++++ MATERIAL SUPPLIED ++++
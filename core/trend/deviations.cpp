// SPDX-License-Identifier: GPL-3.0-or-later
#include "core/trend/deviations.h"

#include "core/reference/linear_correction.h"
#include "core/trend/robust.h"

#include <algorithm>
#include <cmath>
#include <map>
#include <tuple>

namespace evenstroke {
namespace {

constexpr double zero_celsius = 273.15;

Correction linear(const Engine& engine, const Quantity& q, double own, const Conditions& conditions)
{
    Correction c;
    const CorrectionCoefficients* coefficients = correction_coefficients(engine, q);
    if (!coefficients) {
        c.applied = Applied::not_correctable;
        return c;
    }
    if (!conditions.inlet_air && coefficients->per_inlet_air != 0.0)
        c.missing_input = "inlet air temperature";
    else if (!conditions.cooler_coolant && coefficients->per_coolant != 0.0)
        c.missing_input = "coolant temperature into the air cooler";
    if (!c.missing_input.empty())
        return c;
    const double reference_air = in_celsius(engine.reference.inlet_air);
    const double reference_coolant = in_celsius(engine.reference.cooler_coolant);
    const LinearFactor factor = linear_factor(coefficients->per_inlet_air, coefficients->per_coolant,
                                              conditions.inlet_air.value_or(reference_air) - reference_air,
                                              conditions.cooler_coolant.value_or(reference_coolant) - reference_coolant);
    const double zero = q.correction_form == CorrectionForm::temperature ||
                                q.correction_form == CorrectionForm::coolant_difference
                            ? zero_celsius
                        : q.kind == PressureKind::gauge
                            ? unit(q.unit).from_si(conditions.barometer_or_one_bar() * 1e5)
                            : 0.0;
    c.scale = factor.factor;
    c.shift = zero * (factor.factor - 1.0);
    c.applied = factor.extrapolated ? Applied::extrapolated : Applied::linear;
    c.per_inlet_air = (own + zero) * coefficients->per_inlet_air;
    c.per_coolant = (own + zero) * coefficients->per_coolant;
    return c;
}

Correction similarity(const Engine& engine, double own, const Conditions& conditions)
{
    Correction c;
    if (!conditions.inlet_air) {
        c.missing_input = "inlet air temperature";
        return c;
    }
    const double kelvin = *conditions.inlet_air + zero_celsius;
    c.scale = std::sqrt(engine.reference.inlet_air.value() / kelvin);
    c.applied = Applied::similarity;
    c.per_inlet_air = -0.5 * own * c.scale / kelvin;
    return c;
}

double square(double x) { return x * x; }

std::optional<double> usual_uncertainty(std::string_view name, const Engine& engine, double own)
{
    const auto id = find_quantity(name);
    return id ? instrument_uncertainty(engine, quantity(*id), own) : std::nullopt;
}

/// Half-widths at 95 % of what a reading was taken under.
struct ConditionUncertainty
{
    double air, coolant, load;
    ConditionUncertainty(const Engine& engine, const Conditions& conditions)
        : air(usual_uncertainty("inlet_air_temperature", engine, 0.0).value_or(0.0)),
          coolant(usual_uncertainty("cooler_coolant_inlet_temperature", engine, 0.0).value_or(0.0)),
          load(usual_uncertainty("load_percent", engine, conditions.load_percent.value_or(0.0)).value_or(0.0))
    {
    }
};

/// What one quantity should read at a reading; the same for all cylinders.
struct Expectation
{
    std::optional<double> value;
    bool in_baseline = false;
    double load_effect = 0.0; ///< how far the value moves with the uncertainty of the load
};

Expectation find_expectation(const Baseline& baseline, const Quantity& q, const Conditions& conditions,
                             double load_uncertainty)
{
    Expectation expectation;
    expectation.in_baseline = baseline.has(q.name);
    const BaselineCurve* curve = baseline.curve(conditions.mode, q.name);
    if (!curve || !conditions.load_percent)
        return expectation;
    const double load = *conditions.load_percent;
    expectation.value = curve->at(load);
    const auto below = curve->at(load - 1.0), above = curve->at(load + 1.0);
    expectation.load_effect = below && above ? (*above - *below) / 2.0 * load_uncertainty : 0.0;
    return expectation;
}

DeviationBudget budget_of(const Engine& engine, const Quantity& q, double own, const Correction& correction,
                          const ConditionUncertainty& of, double load_effect)
{
    DeviationBudget budget;
    if (const auto instrument = instrument_uncertainty(engine, q, own))
        budget.instrument = correction.scale * *instrument;
    budget.inlet_air = correction.per_inlet_air * of.air;
    budget.cooler_coolant = correction.per_coolant * of.coolant;
    budget.load = -load_effect;
    return budget;
}

/// What the engine does, and not a condition that it is corrected for.
bool is_performance(const Quantity& q)
{
    return (q.group == "cylinder" || q.group == "turbocharger" || q.group == "cooler") &&
           q.name != "cooler_coolant_inlet_temperature";
}

/// Apart is formed from deviations; from corrected values where the engine has no baseline for the quantity.
void set_apart(std::vector<JudgedValue>& values, const std::vector<std::optional<double>>& comparable)
{
    std::map<QuantityId, std::vector<std::size_t>> rows;
    for (std::size_t index = 0; index < values.size(); ++index)
        if (comparable[index] && values[index].place.kind == Place::Kind::cylinder)
            rows[values[index].quantity].push_back(index);
    std::vector<double> others;
    for (const auto& [id, row] : rows) {
        for (std::size_t index : row) {
            others.clear();
            for (std::size_t other : row)
                if (other != index)
                    others.push_back(*comparable[other]);
            if (!others.empty())
                values[index].apart = *comparable[index] - drift::median_in_place(others);
        }
    }
}

} // namespace

const CorrectionCoefficients* correction_coefficients(const Engine& engine, const Quantity& q)
{
    auto found = engine.correction.find(q.name);
    if (found == engine.correction.end() && !q.correction_like.empty())
        found = engine.correction.find(q.correction_like);
    return found == engine.correction.end() ? nullptr : &found->second;
}

std::optional<double> DeviationBudget::half_width() const
{
    if (!instrument)
        return std::nullopt;
    return std::sqrt(square(*instrument) + square(inlet_air) + square(cooler_coolant) + square(load));
}

DeviationBudget deviation_budget(const Engine& engine, const Baseline& baseline, const Quantity& q, double own,
                                 const Conditions& conditions, bool compared)
{
    const ConditionUncertainty uncertainty(engine, conditions);
    const Expectation expectation = find_expectation(baseline, q, conditions, uncertainty.load);
    return budget_of(engine, q, own, find_correction(engine, q, own, conditions), uncertainty,
                     compared ? expectation.load_effect : 0.0);
}

Correction find_correction(const Engine& engine, const Quantity& q, double own, const Conditions& conditions)
{
    switch (q.correction_form) {
    case CorrectionForm::pressure:
    case CorrectionForm::temperature:
    case CorrectionForm::coolant_difference: // no value of its own: only with the engine's own coefficients
        if (q.name == "maximum_pressure" && engine.maximum_pressure_controlled)
            return {};
        return linear(engine, q, own, conditions);
    case CorrectionForm::turbocharger_speed: return similarity(engine, own, conditions);
    case CorrectionForm::none: break;
    }
    return {};
}

std::optional<double> instrument_uncertainty(const Engine& engine, const Quantity& q, double own)
{
    for (const Instrument& instrument : engine.instruments)
        if (instrument.quantity == q.name && instrument.uncertainty)
            return *instrument.uncertainty;
    if (q.uncertainty_absolute)
        return q.uncertainty_absolute;
    if (q.uncertainty_percent)
        return std::abs(own) * *q.uncertainty_percent / 100.0;
    return std::nullopt;
}

std::vector<JudgedValue> judge_values(const Engine& engine, const Baseline& baseline, const Reading& reading,
                                      const Conditions& conditions)
{
    std::vector<JudgedValue> values;
    values.reserve(reading.values.size());
    std::vector<std::optional<double>> comparable; // of each value: deviation, or what takes its place
    const ConditionUncertainty uncertainty(engine, conditions);
    std::optional<QuantityId> expected_of; // values of one quantity mostly stand together
    Expectation expectation;
    for (std::size_t i = 0; i < reading.values.size(); ++i) {
        const Value& typed = reading.values[i];
        const auto own = typed.phase == Phase::reading ? own_value(typed, conditions) : std::nullopt;
        if (!own)
            continue;
        const Quantity& q = quantity(typed.quantity);
        JudgedValue value;
        value.quantity = q.id;
        value.place = typed.place;
        value.value_index = i;
        value.raw = own->value;
        const Correction correction = find_correction(engine, q, own->value, conditions);
        value.applied = correction.applied;
        value.missing_input = correction.missing_input;
        if (expected_of != q.id)
            expectation = find_expectation(baseline, q, conditions, uncertainty.load);
        expected_of = q.id;
        if (typed.place.kind != Place::Kind::ship)
            value.expected = expectation.value;
        const double best = correction.scale * own->value + correction.shift;
        if (correction.known() && (is_performance(q) || expectation.in_baseline))
            value.corrected = best;
        if (value.corrected && value.expected)
            value.deviation = *value.corrected - *value.expected;
        comparable.emplace_back();
        // Where a condition is missing the deviation is not known, and nor is what lies apart in it.
        if (!value.missing_input.empty())
            comparable.back() = std::nullopt;
        else if (value.expected)
            comparable.back() = best - *value.expected;
        else if (!expectation.in_baseline && is_performance(q))
            comparable.back() = best;
        value.uncertainty = budget_of(engine, q, value.raw, correction, uncertainty,
                                      value.expected ? expectation.load_effect : 0.0).half_width();
        values.push_back(std::move(value));
    }
    set_apart(values, comparable);
    std::stable_sort(values.begin(), values.end(), [](const JudgedValue& a, const JudgedValue& b) {
        return std::tie(a.quantity, a.place) < std::tie(b.quantity, b.place);
    });
    return values;
}

} // namespace evenstroke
++++
- **WHAT IS NEEDED**
From the line with "values.push_back(std::move(value));" through the final line of the records, return each line exactly. Leave out the rest.

- **RESPONSE FOR THIS EXERCISE**
        values.push_back(std::move(value));
    }
    set_apart(values, comparable);
    std::stable_sort(values.begin(), values.end(), [](const JudgedValue& a, const JudgedValue& b) {
        return std::tie(a.quantity, a.place) < std::tie(b.quantity, b.place);
    });
    return values;
}

} // namespace evenstroke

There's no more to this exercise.